Within the entries below, count the lines that hold the string "useId" and give only that number.

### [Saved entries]
_ _ _ _

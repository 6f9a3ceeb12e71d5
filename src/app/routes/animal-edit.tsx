import { useMemo } from 'react';
import { useNavigate, useParams } from 'react-router-dom';
import { useShell } from '@/app/layout/use-shell';
import { Notice } from '@/components/ui/notice';
import { Loading } from '@/components/ui/spinner';
import {
  useLocationChanges,
  useLocations,
  useSaveAnimal,
} from '@/features/animals/api/animal-records';
import { useAnimalList } from '@/features/animals/api/list-animals';
import { AnimalForm } from '@/features/animals/components/animal-form';
import { useSizeUnit } from '@/lib/preferences';

/** /animals/new and /animals/:animalId/edit: the same form. */
export function AnimalEditRoute() {
  const { collection } = useShell();
  const { animalId } = useParams();
  const navigate = useNavigate();
  const collectionId = collection?.collectionId ?? '';
  const list = useAnimalList(collectionId);
  const places = useLocations(collectionId);
  const placeChanges = useLocationChanges(collectionId);
  const save = useSaveAnimal(collectionId, animalId);
  const [unit] = useSizeUnit();
  const knownNames = useMemo(
    () => [...new Set(list.data?.animals.map((a) => a.scientificName) ?? [])].sort(),
    [list.data],
  );
  if (!collection || collection.role === 'helper')
    return <Notice tone="info" title="The collection’s records are kept by its keepers." />;
  if (list.isPending || places.isPending) return <Loading />;
  if (list.isError) return <Notice tone="error" title={list.error.message} />;
  const animal = animalId ? (list.data.animals.find((a) => a.id === animalId) ?? null) : null;
  if (animalId && !animal) return <Notice tone="error" title="We could not find that animal." />;
  return (
    <div className="flex flex-col gap-3">
      <h1 className="text-3xl font-extrabold">
        {animal ? `Edit ${animal.name}` : 'Add an animal'}
      </h1>
      <AnimalForm
        animal={animal}
        locations={places.data?.locations ?? []}
        onCreatePlace={(p) => placeChanges.create.mutateAsync(p).then((l) => l.id)}
        knownNames={knownNames}
        unit={unit}
        onSave={async (values) => {
          const saved = await save.mutateAsync(values);
          navigate(`/animals/${saved.id}`, { replace: true });
        }}
        onCancel={() => navigate(-1)}
      />
    </div>
  );
}
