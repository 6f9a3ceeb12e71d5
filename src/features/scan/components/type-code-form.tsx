import { useEffect, useId } from 'react';
import { useForm } from 'react-hook-form';
import { Button } from '@/components/ui/button';

/**
 * The label's code typed by hand, in any case and with any spaces, when the camera cannot help.
 * Whatever is typed is read as a label would be, so there is no schema to check it against.
 * What was typed stays in the box (a typo is corrected, not typed again) until `clear` turns true.
 */
export function TypeCodeForm({
  onCode,
  clear,
}: {
  onCode: (text: string) => void;
  /** True when the scanner is back to waiting for a label: the box empties. */
  clear: boolean;
}) {
  const id = useId();
  const { register, handleSubmit, reset, watch } = useForm({ defaultValues: { code: '' } });
  useEffect(() => {
    if (clear) reset();
  }, [clear, reset]);
  const submit = handleSubmit(({ code }) => onCode(code));
  return (
    <form className="flex items-end gap-2" onSubmit={submit}>
      <div className="flex flex-1 flex-col gap-1">
        <label htmlFor={id} className="font-bold">
          Type the code
        </label>
        <input
          id={id}
          placeholder="NL-7K3"
          autoCapitalize="characters"
          autoComplete="off"
          spellCheck={false}
          className="min-h-target w-full rounded-xl border-2 border-border bg-surface px-3 font-mono text-lg uppercase tracking-wider text-text placeholder:normal-case placeholder:text-muted"
          {...register('code')}
        />
      </div>
      <Button type="submit" disabled={!watch('code').trim()}>
        Open
      </Button>
    </form>
  );
}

_ _ _ _

### [RESPONSE AREA]
2